New Trends in Vibration Based Structural Health Monitoring
September 22, 2008 — September 26, 2008
Coordinators:
- Keith Worden (University of Sheffield, Sheffield, Great Britain)
- Arnaud Deraemaeker (Free University of Brussels, Bruxelles, Belgium)
Vibration based Structural Health Monitoring (SHM) has been extensively studied over the last 20 years as an alternative to the current costly scheduled visual inspections. Most of these studies were an extension of the traditional methods of modal identification and finite element model updating methods relying on the state-of-the-art of instrumentation around the 80’s (typically a few accelerometers attached to the structure).
Today, with the aging of buildings, bridges and aircrafts, the demand for reliable and robust SHM systems is still important. At the same time, in the last ten years, there have been tremendous improvements in different fields of engineering which open new avenues for vibration based SHM: new types of possibly wireless and embedded sensors have become available capable of measuring new types of quantities (towards the concept of ‘Smart Dust’), increased computational power, data rate transfers and data storage allowing the use of very large networks of sensors, novel techniques in the field of data mining and artificial intelligence for data processing.
With these technological advances, monitoring structures in real time using very large networks of sensors is becoming a reality. In practice however, the engineers lack efficient tools to process the huge amount of available data. In addition, the structures to be monitored are subject to changing environmental conditions which may cause false alarms in the monitoring systems if nothing is done in order to remove those effects.

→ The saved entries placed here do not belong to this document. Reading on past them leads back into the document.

#[cfg(test)]
mod tests {
    use super::*;
    use ndarray::Array2;

    const A: f64 = 6_371_229.0;

    fn grid(lat0: f64, lon0: f64, d: f64, ny: usize, nx: usize) -> (Array2<f64>, Array2<f64>) {
        (
            Array2::from_shape_fn((ny, nx), |(j, _)| lat0 + d * j as f64),
            Array2::from_shape_fn((ny, nx), |(_, i)| lon0 + d * i as f64),
        )
    }

    /// A Gaussian low of `depth` Pa and e-folding radius `r` m at (la, lo) over 1010 hPa.
    fn low(
        lat: &Array2<f64>,
        lon: &Array2<f64>,
        la: f64,
        lo: f64,
        depth: f64,
        r: f64,
    ) -> Array2<f32> {
        Array2::from_shape_fn(lat.dim(), |(j, i)| {
            let d = distance(A, la, lo, lat[(j, i)], lon[(j, i)]);
            (101_000.0 - depth * (-(d / r).powi(2)).exp()) as f32
        })
    }

    fn settings() -> Settings {
        Settings {
            interval: 50.0,
            max_radius: 2.5e6,
        }
    }

    #[test]
    fn one_gaussian_low_found_where_it_is_with_its_depth() {
        let (lat, lon) = grid(30.0, -20.0, 1.0, 41, 61);
        let p = low(&lat, &lon, 50.3, 10.6, 1500.0, 6e5);
        let s = Surface {
            values: p.view(),
            lat: lat.view(),
            lon: lon.view(),
            periodic: false,
            radius: A,
        };
        let c = find_centres(&s, &settings());
        assert_eq!(c.len(), 1, "{c:?}");
        let c = &c[0];
        assert_eq!((c.j, c.i), (20, 31));
        // The fitted position is far closer than the grid point (1 degree) and the
        // fitted central pressure within 10 Pa of the true 995 hPa.
        assert!(distance(A, c.lat, c.lon, 50.3, 10.6) < 25_000.0, "{c:?}");
        assert!((c.pressure - 99_500.0).abs() < 10.0, "{c:?}");
        // The outermost closed isobar lies within the domain: the field at the
        // nearest edge point (lat 30 or 70, or lon -20 or 40) caps it.
        assert!(c.outer <= 101_000.0 && c.outer > 100_800.0, "{c:?}");
        assert!((c.depth - (c.outer - c.grid_pressure)).abs() < 1e-9);
    }

    #[test]
    fn open_lows_shallow_lows_and_the_deeper_of_two() {
        let (lat, lon) = grid(30.0, -20.0, 1.0, 41, 61);
        // A low centred on the edge has no closed isobar: a minimum of the grid on
        // its edge is not a centre, and the points next to it are not minima.
        let p = low(&lat, &lon, 30.0, 10.0, 1500.0, 6e5);
        let s = Surface {
            values: p.view(),
            lat: lat.view(),
            lon: lon.view(),
            periodic: false,
            radius: A,
        };
        assert!(find_centres(&s, &settings()).is_empty());
        // Two lows: each has its own closed isobars until they merge; both found.
        let a = low(&lat, &lon, 50.0, 0.0, 1500.0, 4e5);
        let b = low(&lat, &lon, 50.0, 20.0, 900.0, 4e5);
        let p = &a + &b - 101_000.0;
        let s = Surface {
            values: p.view(),
            lat: lat.view(),
            lon: lon.view(),
            periodic: false,
            radius: A,
        };
        let c = find_centres(&s, &settings());
        assert_eq!(c.len(), 2, "{c:?}");
        // The shallower one's outermost closed isobar is below the col between them
        // (the highest point of the straight path between the two is above the col).
        let saddle = (20..=40).map(|i| p[(20, i)]).fold(f32::MIN, f32::max) as f64;
        let weak = c.iter().find(|c| c.i == 40).expect("the eastern low");
        assert!(weak.outer <= saddle, "{weak:?} saddle {saddle}");
        // A plateau of equal values is one centre, not many.
        let mut flat = Array2::from_elem((21, 21), 101_000.0f32);
        for j in 8..13 {
            for i in 8..13 {
                flat[(j, i)] = 100_900.0;
            }
        }
        let (la, lo) = grid(40.0, 0.0, 1.0, 21, 21);
        let s = Surface {
            values: flat.view(),
            lat: la.view(),
            lon: lo.view(),
            periodic: false,
            radius: A,
        };
        let c = find_centres(&s, &settings());
        assert_eq!(c.len(), 1, "{c:?}");
        assert_eq!((c[0].j, c[0].i), (8, 8));
    }

    #[test]
    fn a_low_on_the_seam_of_a_global_grid_and_one_at_a_pole() {
        // Global 2.5 degree grid from 90 S to 90 N, 0 to 357.5 E: a low at 0 E, 60 S
        // straddles the seam; a low over the North Pole reaches the pole row.
        let (lat, lon) = grid(-90.0, 0.0, 2.5, 73, 144);
        let p = &low(&lat, &lon, -60.0, 0.0, 2000.0, 8e5)
            + &low(&lat, &lon, 90.0, 0.0, 1200.0, 9e5)
            - 101_000.0;
        let s = Surface {
            values: p.view(),
            lat: lat.view(),
            lon: lon.view(),
            periodic: true,
            radius: A,
        };
        let c = find_centres(&s, &settings());
        assert!(
            c.iter()
                .any(|c| (c.lat + 60.0).abs() < 0.1 && c.lon.abs() < 0.1),
            "{c:?}"
        );
        // The pole row is one point on the sphere: every point of it is a minimum of
        // equal value, and only the first in grid order is a centre.
        let polar: Vec<_> = c.iter().filter(|c| c.lat > 89.0).collect();
        assert_eq!(polar.len(), 1, "{c:?}");
        assert!(polar[0].depth >= 50.0);
        // The same field on a grid that does not wrap: the seam low is cut by the edge.
        let s = Surface {
            periodic: false,
            ..s
        };
        let c = find_centres(&s, &settings());
        assert!(!c.iter().any(|c| (c.lat + 60.0).abs() < 0.1), "{c:?}");
    }

    /// A rough field: pseudo-random values from a few levels (so plateaus of
    /// equal values), missing points here and there.
    fn rough(ny: usize, nx: usize) -> Array2<f32> {
        let mut x: u64 = 0x9e37_79b9_7f4a_7c15;
        Array2::from_shape_fn((ny, nx), |_| {
            x ^= x << 13;
            x ^= x >> 7;
            x ^= x << 17;
            match x % 41 {
                0 => f32::NAN,
                r => 100_000.0 + 20.0 * (r % 6) as f32,
            }
        })
    }

    #[test]
    fn the_minima_row_by_row_are_those_of_the_eight_neighbours_everywhere() {
        // The inner points' shortcut against `neighbours` at every point, on a
        // grid that wraps (pole rows, seam) and one that does not (edges).
        let (lat, lon) = grid(-90.0, 0.0, 5.0, 37, 72);
        let p = rough(37, 72);
        for periodic in [true, false] {
            let s = Surface {
                values: p.view(),
                lat: lat.view(),
                lon: lon.view(),
                periodic,
                radius: A,
            };
            let mut nb = Vec::new();
            let mut want = Vec::new();
            for j in 0..37 {
                for i in 0..72 {
                    let v = s.at(j, i);
                    let open = s.neighbours(j, i, &mut nb);
                    let lower = nb
                        .iter()
                        .any(|&(a, b)| s.at(a, b).is_nan() || s.at(a, b) < v);
                    if v.is_finite() && !open && !lower {
                        want.push((j, i));
                    }
                }
            }
            let got: Vec<_> = (0..37).flat_map(|j| row_minima(&s, j)).collect();
            assert!(want.len() > 20, "{}", want.len());
            assert_eq!(got, want, "periodic {periodic}");
        }
    }

    #[test]
    fn centres_come_in_grid_order_as_one_flood_after_another_finds_them() {
        // Many lows, their minima shared among tasks: the same centres, in grid
        // order, as looking at each minimum in turn with one record of floods.
        let (lat, lon) = grid(-90.0, 0.0, 2.5, 73, 144);
        let mut p = Array2::from_elem(lat.dim(), 101_000.0f32);
        for (n, la) in [-70.0, -45.0, -20.0, 5.0, 30.0, 55.0, 80.0]
            .into_iter()
            .enumerate()
        {
            for lo in (0..6).map(|k| 60.0 * f64::from(k) + 17.0 * n as f64) {
                p = &p + &low(&lat, &lon, la, lo, 800.0 + 90.0 * n as f64, 4e5) - 101_000.0;
            }
        }
        let s = Surface {
            values: p.view(),
            lat: lat.view(),
            lon: lon.view(),
            periodic: true,
            radius: A,
        };
        let set = settings();
        let mut taken = Flood {
            stamp: vec![0; 73 * 144],
            turn: 0,
        };
        let want: Vec<Centre> = (0..73)
            .flat_map(|j| row_minima(&s, j))
            .filter_map(|(j, i)| centre(&s, &set, j, i, &mut taken))
            .collect();
        assert!(want.len() >= 30, "{}", want.len());
        assert_eq!(find_centres(&s, &set), want);
    }

    #[test]
    fn distance_on_the_sphere() {
        // A quarter of a meridian is pi a / 2; one degree of the equator a pi / 180.
        assert!((distance(A, 0.0, 0.0, 90.0, 0.0) - A * std::f64::consts::FRAC_PI_2).abs() < 1e-6);
        assert!((distance(A, 0.0, 179.5, 0.0, -179.5) - A * 1f64.to_radians()).abs() < 1e-6);
    }
}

The course is intended to give an overview of future trends in SHM, including sensors, hardware for acquisition, software and methodologies. Important issues such as data reduction in large sensor networks, feature extraction from ambient vibration measurements, effects of the environment, statistical analysis tools and damage modelling will be adressed. Practical applications in civil, mechanical and aerospace engineering will be presented in order to show the degree of maturity of SHM techniques in these different fields.